Third Party IPR Indemnity
A Competitor shall at all times on written demand indemnify UK Government and BAE Systems (each an “Indemnified Person”) and keep them indemnified against all losses, liabilities, damages, costs and expenses (including legal fees) incurred by or awarded against them arising from any claim or action by a third party that:
the relevant Indemnified Person’s possession and/or use of an Entry or a Solution originating from the Competitor infringes the intellectual property rights of a third party; or
the Competitor’s use of the Challenge Materials is contrary to Clause 7 of these Official Rules.
Exclusion of Warranties and Liability
Subject always to Clauses 9.2:
The Website, the Data Challenges and the Challenge Materials are provided “as is” and without warranty as to accuracy, completeness, availability, suitability, or fitness for any particular purpose. All implied conditions, warranties and representations in relation to the provision of the Website, the Data Challenges and the Challenge Materials are hereby excluded.
UK Government excludes all liability, whether in contract, tort (including negligence) breach of statutory duty or otherwise, even if foreseeable, arising under or in connection with use of, inability to use, or reliance on, the Website or any of its content, one or more Data Challenges, or any Challenge Materials.

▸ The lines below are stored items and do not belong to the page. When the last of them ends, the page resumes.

def _main() -> None:  # pragma: no cover - manual measurement
    result = measure_peak_bytes()
    for r in result["cases"]:
        n = r["native"][0] * r["native"][1]
        s = r["solve"][0] * r["solve"][1]
        print(
            f"{r['label']:<32} native {n / 1e6:6.2f} M  solve {s / 1e6:6.2f} M  "
            f"peak {r['peak_bytes'] / 2**20:8.1f} MiB  ({r['peak_bytes'] / n:6.1f} B/native cell)"
        )
    f = result["fit"]
    print(
        f"fit: {f['bytes_per_native_cell']:.1f} B/native cell + {f['bytes_per_solve_cell']:.1f} "
        f"B/solve cell + {f['base_bytes'] / 2**20:.1f} MiB; worst residual "
        f"{100 * f['worst_relative_residual']:.1f} %"
    )
    print("current constants:", BYTES_PER_NATIVE_CELL, BYTES_PER_SOLVE_CELL, BASE_BYTES / 2**20, "MiB")


if __name__ == "__main__":  # pragma: no cover
    _main()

Nothing in these Official Rules excludes or limits UK Government’s liability:
for death or personal injury caused by its negligence or the negligence of its employees, agents or subcontractors;
for fraud or fraudulent misrepresentation; or
where it would be unlawful to do so.
Third Party Rights
The indemnity at Clause 8 shall be enforceable against a Competitor by BAE Systems. Apart from that, a person who is not a party to this agreement shall not have any rights under the Contracts (Rights of Third Parties) Act 1999 to enforce any term of this agreement, but this does not affect any right or remedy of a third party which exists, or is available, apart from that Act.
Governing law and jurisdiction
These Official Rules shall be governed by and construed in accordance with the laws of England and the courts of England and Wales shall have exclusive jurisdiction in respect of any dispute or claim that arises out of or in connection with them, provided always that where a Competitor is a consumer (that is, an individual acting for purposes which are wholly or mainly outside their trade, business, craft or profession) resident in Northern Ireland, Scotland or another EU Member State they may also bring proceedings in their home jurisdiction.